3. Pick 3 images (download from the internet or take them yourself) that satisfy the following, and dispaly them:
    * One image of a living being (human, animal,...).
    * One image of commonly-used object (car, chair, smartphone, glasses,...).
    * One image of not-so-commonly-used object (fire extinguisher, satellite,... **BE CREATIVE**).

In [None]:
# load my images
animal_image = Image.open('../data/my_data/Humpback_Whale_underwater_shot.jpg')
object_image = Image.open('../data/my_data/Credit_card_samp.jpg')
uncommon_image = Image.open('../data/my_data/Nic_Cage_Pillow.jpg')

my_images = [animal_image,object_image,uncommon_image] 
my_labels = ['Whale', 'Credit Cards','Nick Cage Pillow']

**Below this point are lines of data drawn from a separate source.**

#include "trainer/train/trainer.h"

#include <dlfcn.h>
#include <link.h>
#include <sys/resource.h>
#include <unistd.h>

#include <algorithm>
#include <chrono>
#include <cmath>
#include <cstdio>
#include <cstdlib>
#include <filesystem>
#include <fstream>
#include <iomanip>
#include <map>
#include <set>
#include <sstream>

#include <torch/torch.h>

#include "absl/status/status.h"
#include "absl/strings/str_cat.h"
#include "nlohmann/json.hpp"
#include "trainer/causal/rng.h"
#include "trainer/causal/split.h"
#include "trainer/eval/wilson.h"
#include "trainer/net/mlp.h"
#include "trainer/train/flat_optimizer.h"
#include "trainer/train/kernel_step.h"
#include "trainer/train/evaluation.h"

#ifndef GRAFT_VERSION
#define GRAFT_VERSION "unknown"
#endif
#ifndef GRAFT_COMMIT
#define GRAFT_COMMIT "unknown"
#endif

namespace graft::train {
namespace {

namespace fs = std::filesystem;
using json = nlohmann::ordered_json;  // keys in the order written
using torch::Tensor;

// ---------------------------------------------------------------------------------------------
// Process facts for provenance.

using BlasSetThreads = void (*)(int);
using BlasGetThreads = int (*)();

std::string BlasLibrary() {
  std::string found;
  dl_iterate_phdr(
      [](struct dl_phdr_info* info, size_t, void* data) -> int {
        std::string name = info->dlpi_name ? info->dlpi_name : "";
        if (name.find("blas") != std::string::npos) {
          std::error_code ec;
          fs::path real = fs::canonical(name, ec);
          auto* out = static_cast<std::string*>(data);
          if (!out->empty()) *out += ", ";
          *out += ec ? name : real.string();
        }
        return 0;
      },
      &found);
  return found.empty() ? "none found (torch's built-in kernels)" : found;
}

fig = plt.figure(figsize=(10,8))

# plot
for i,im in enumerate(my_images):
  ax = fig.add_subplot(1,3,i+1)
  ax.imshow(im)
  ax.set_title(my_labels[i])
  ax.set_axis_off()

4. Apply each method (one classic and one deep learning-based) on the 3 images. Display the results (mask and segmented image).
    * Which method performed better on each image? Describe your thoughts on why one method is better than the other.
    * For the classic method you can change parameters per-image, document them in the report.
    * You can add manual post-processing to get a mask if needed. If you do that, document in your report "how hard" you had to work in the post-processing stage, as it's an indication of the quality of the method.

5. As you probably have noticed, segmentation can be rough around the edges, i.e., the mask is not perfect and may be noisy around the edges. What can be done to fix or at least alleviate this problem? Your suggestions can be in pre-processing, inside the segmentation algorithm or in post-processing.